Сердце пропустило удар и пустилось вскачь. Боль, невыносимая, разрывающая грудь скрутила в узел. Нечем дышать, я же умела дышать только Тобой! Зачем? Зачем ты это сделал, mon amour? Выпрыгнув из кареты на ходу, я кинулась к газетчику через мостовую…
Удар. Боль. Страшная боль. Но её не сравнить с той, настоящей. Смерть.
Ах, Жужу, cher, иногда, смерть только начало истории…
***
Он встаёт из-за столика, и я отпрянув от окна жду, когда он покажется в дверях. Я жажду этой минуты, когда смогу приблизиться и согреться вблизи его крупного тела, почувствовать его дыхание на своём ледяном лице, пусть это и продлится всего мгновенье, мне хватит сполна. Он выходит, и я почти счастлива. Ещё несколько шагов мы будем вместе, и снова ждать ночи… На углу с визгом тормозит тонированный автомобиль, раздаются хлопки, я ничего не понимаю, а он, mon cher, мой долгожданный, мой Савва, опускается на стылый ноябрьский тротуар. На белой рубашке распускаются алые маки кровавых пятен. Я опускаюсь вместе с ним. Откуда-то набегает толпа. Бармен в бабочке громко кричит в телефонную трубку. Слышится сирена подъезжающей скорой. Я стою на коленях и любуюсь бледнеющим лицом. Стоит протянуть руки, обнять Савву, и он останется здесь, со мной, навсегда. Невидимым призраком скользить по ночному Кузнецкому, являясь иногда подгулявшим прохожим.

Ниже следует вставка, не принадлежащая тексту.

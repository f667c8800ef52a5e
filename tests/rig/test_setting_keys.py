"""[settings] follows from the Settings dataclass: no field can be forgotten."""

from __future__ import annotations

import dataclasses
import typing
from enum import StrEnum

import pytest

from shpb.errors import FileMistakes, InputError
from shpb.limits import LIMIT_FACTS, Limits
from shpb.rig.key import Kind
from shpb.rig.overrides import settings_from
from shpb.rig.setting_keys import FACTS, LIMIT_KEYS, SETTING_KEYS, setting_key
from shpb.rig.shot_list import shot_list_from_text
from shpb.settings import DEFAULT, Correction, Settings


class Colour(StrEnum):
    RED = "red"
    BLUE = "blue"


def test_every_field_has_a_key_and_a_meaning():
    fields = [field.name for field in dataclasses.fields(Settings) if field.name != "limits"]
    assert [key.field for key in SETTING_KEYS] == fields
    assert sorted(FACTS) == sorted(fields), (
        "describe every field of Settings in shpb/rig/setting_keys.py, no others"
    )
    assert [key.field for key in LIMIT_KEYS] == [field.name for field in dataclasses.fields(Limits)]
    for name, fact in LIMIT_FACTS.items():
        assert fact.low < getattr(Limits(), name) < fact.high, name
        assert fact.meaning, name
        assert fact.source, name


@pytest.mark.parametrize(
    ("name", "hint", "default", "expected"),
    [
        ("some_window_s", tuple[float, float] | None, None, ("some_window_us", Kind.SPAN, 1e-6)),
        ("late_s", float, 1e-5, ("late_us", Kind.NUMBER, 1e-6)),
        ("edge_hz", float | None, None, ("edge_kHz", Kind.NUMBER, 1e3)),
        ("hum_hz", float, 50.0, ("hum_Hz", Kind.NUMBER, 1.0)),
        ("top_pa", float, 1e9, ("top_MPa", Kind.NUMBER, 1e6)),
        ("grip_m", float, 1e-3, ("grip_mm", Kind.NUMBER, 1e-3)),
        ("least_rate_per_s", float, 100.0, ("least_rate_per_s", Kind.NUMBER, 1.0)),
        ("speed_m_s", float, 5000.0, ("speed_m_s", Kind.NUMBER, 1.0)),
        ("share", float, 0.5, ("share", Kind.NUMBER, 1.0)),
        ("least_codes", int, 32, ("least_codes", Kind.INTEGER, 1.0)),
        ("padded", bool, True, ("padded", Kind.SWITCH, 1.0)),
        ("strains", tuple[float, ...], (0.1, 0.2), ("strains", Kind.NUMBERS, 1.0)),
        ("names", tuple[str, ...], ("a",), ("names", Kind.TEXTS, 1.0)),
        ("label", str, "x", ("label", Kind.TEXT, 1.0)),
        ("colour", Colour, Colour.RED, ("colour", Kind.CHOICE, 1.0)),
        ("colours", tuple[Colour, ...], (Colour.RED,), ("colours", Kind.CHOICES, 1.0)),
    ],
)  # fmt: skip
def test_the_rule_that_turns_a_field_into_a_key(name, hint, default, expected):
    made = setting_key(name, hint, default)
    assert (made.name, made.kind, made.units[0].factor) == expected
    assert made.automatic == (default is None)
    assert made.example  # something to put into the template
    if made.kind in {Kind.CHOICE, Kind.CHOICES}:
        assert made.choices == ("red", "blue")


def test_a_type_without_a_rule_is_noticed():
    with pytest.raises(TypeError, match=r"Settings.odd: no rule turns"):
        setting_key("odd", dict[str, float], {})


def test_every_default_can_be_written_in_its_key_and_comes_back():
    hints = typing.get_type_hints(Settings)
    for key in SETTING_KEYS:
        default = getattr(DEFAULT, key.field)
        if default is None:
            assert settings_from({key.name: "automatic"}) == DEFAULT
            continue
        unit = key.units[0]
        number = isinstance(default, float) and not isinstance(default, bool)
        written = unit.from_si(default) if number else default
        back = getattr(settings_from({key.name: written}), key.field)
        assert back == (pytest.approx(default, rel=1e-12) if number else default), key.name
        assert isinstance(back, type(default)), hints[key.field]


def test_settings_from_takes_fields_in_si_or_keys_in_peoples_units():
    assert settings_from({"cutoff_hz": 120e3}) == settings_from({"cutoff_kHz": 120})
    one = settings_from({"incident_window_us": [-10, 150], "dispersion": "none"})
    assert one.incident_window_s == pytest.approx((-1e-5, 1.5e-4))
    assert one.dispersion is type(one.dispersion).NONE
    assert settings_from({"incident_window_s": None}, one).incident_window_s is None
    assert settings_from({}, one) is not DEFAULT
    assert settings_from({"dispersion": "full"}, one).incident_window_s == one.incident_window_s


def test_settings_from_tells_all_mistakes():
    with pytest.raises(FileMistakes) as caught:
        settings_from(
            {"cutof_kHz": 3, "dispersion": "fulll", "cutoff_hz": -1.0, "flow_strains": "many",
             "limits": {"overlapp": 0.1, "noise": 7}}
        )  # fmt: skip
    assert [m.key for m in caught.value.mistakes] == [
        "cutof_kHz", "dispersion", "cutoff_hz", "flow_strains", "limits.overlapp", "limits.noise",
    ]  # fmt: skip
    assert "Did you mean overlap?" in str(caught.value)
    assert "Did you mean cutoff_kHz?" in str(caught.value)
    assert 'Did you mean "full"?' in str(caught.value)


def test_a_refusal_of_settings_itself_is_told_as_a_mistake_of_the_file(monkeypatch, sheet_mistakes):
    def refuse(self: Settings, **changes: object) -> Settings:
        raise InputError("hum is 3 Hz", mend="Give 50 or 60")

    monkeypatch.setattr(Settings, "replaced", refuse)
    (found,) = sheet_mistakes(("[specimen]", "[settings]\npulse_error = 0.1\n[specimen]"))
    assert str(found) == "shot.toml: settings.pulse_error: found hum is 3 Hz, expected Give 50 or 60"


def test_limits_are_refused_outside_their_range_wherever_they_come_from(sheet_mistakes):
    (found,) = sheet_mistakes(("[specimen]", "[limits]\nmisalignment_us = 4000\n[specimen]"))
    assert str(found).startswith(
        "shot.toml: limits.misalignment_us: found 4000 µs, expected a number in µs, 0.01 to 1000"
    )
    (found,) = sheet_mistakes(("[specimen]", "[limits]\noverlp = 0.1\n[specimen]"))
    assert "Did you mean overlap?" in str(found)
    for wrong in (0.0, -0.02, float("nan"), True, "2"):
        with pytest.raises(InputError, match=r"limits.overlap: found .* Give a number from 0.0001 to 1"):
            Limits(overlap=wrong)
    with pytest.raises(InputError, match="settings.limits"):
        Settings(limits={"overlap": 0.1})


def test_limits_of_a_row_of_the_shot_list():
    head = "shot_id,kind,record,material,diameter_mm,length_mm"
    (sheet,) = shot_list_from_text(
        f"{head},limit_noise,limit_misalignment_us,corrections\n"
        "1,tension,r,m,9,5,0.03,4,indentation | friction\n",
        "l", ".",
    )  # fmt: skip
    settings = settings_from(sheet.overrides)
    assert settings.limits == Limits(noise=0.03, misalignment_s=4e-6)
    assert settings.corrections == (Correction.INDENTATION, Correction.FRICTION)


@pytest.mark.parametrize(
    ("written", "meant"),
    [
        (["indentation", "friction"], (Correction.INDENTATION, Correction.FRICTION)),
        ("indentation, friction", (Correction.INDENTATION, Correction.FRICTION)),  # as on a command line
        ("heating", (Correction.HEATING,)),
        ([], ()),
        ("none", ()),
    ],
)
def test_a_list_of_choices(written, meant):
    assert settings_from({"corrections": written}).corrections == meant
    assert all(isinstance(one, Correction) for one in settings_from({"corrections": written}).corrections)


@pytest.mark.parametrize(
    ("written", "told"),
    [
        (["indentatoin"], 'found "indentatoin", expected a list of any of "indentation", "inertia"'),
        (["friction", "friction"], 'found "friction" twice, expected each at most once'),
        (3, "found 3, expected a list of any of"),
        ([["friction"]], "found a list of 1, expected a list of any of"),
    ],
)
def test_a_list_of_choices_is_checked(written, told):
    with pytest.raises(FileMistakes) as caught:
        settings_from({"corrections": written})
    assert told in str(caught.value)


@pytest.mark.parametrize("wrong", [("friction", "friction"), ("frictoin",), "friction", 3])
def test_settings_refuse_such_corrections_too(wrong):
    with pytest.raises(InputError, match="Give each at most once, in a list: indentation, inertia"):
        Settings(corrections=wrong)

Он будет мой, весь мой, каким никогда не был при жизни, где я была вынуждена делить его внимание с женой Зинаидой и этой революционной проституткой Марией Фёдоровной. И я протягиваю руки, но все еще медлю. Приехавшие врачи укладывают Савву на носилки, и он от боли приходит в себя. Глаза его шарят, ищут кого-то, пока не замирают на моем лице. Он видит меня, видит! Губы силятся улыбнуться, и я опускаю руки. Наклонившись, целую рот, целовавший меня тысячи раз, узнаю вкус и шепчу так, чтобы Вселенная (в Бога я давно не верю) услышала и исполнила мою последнюю волю:
—Vis, mon amour, vis longtemps.
И Савва послушно опускает ресницы, давая своё согласие жить долго.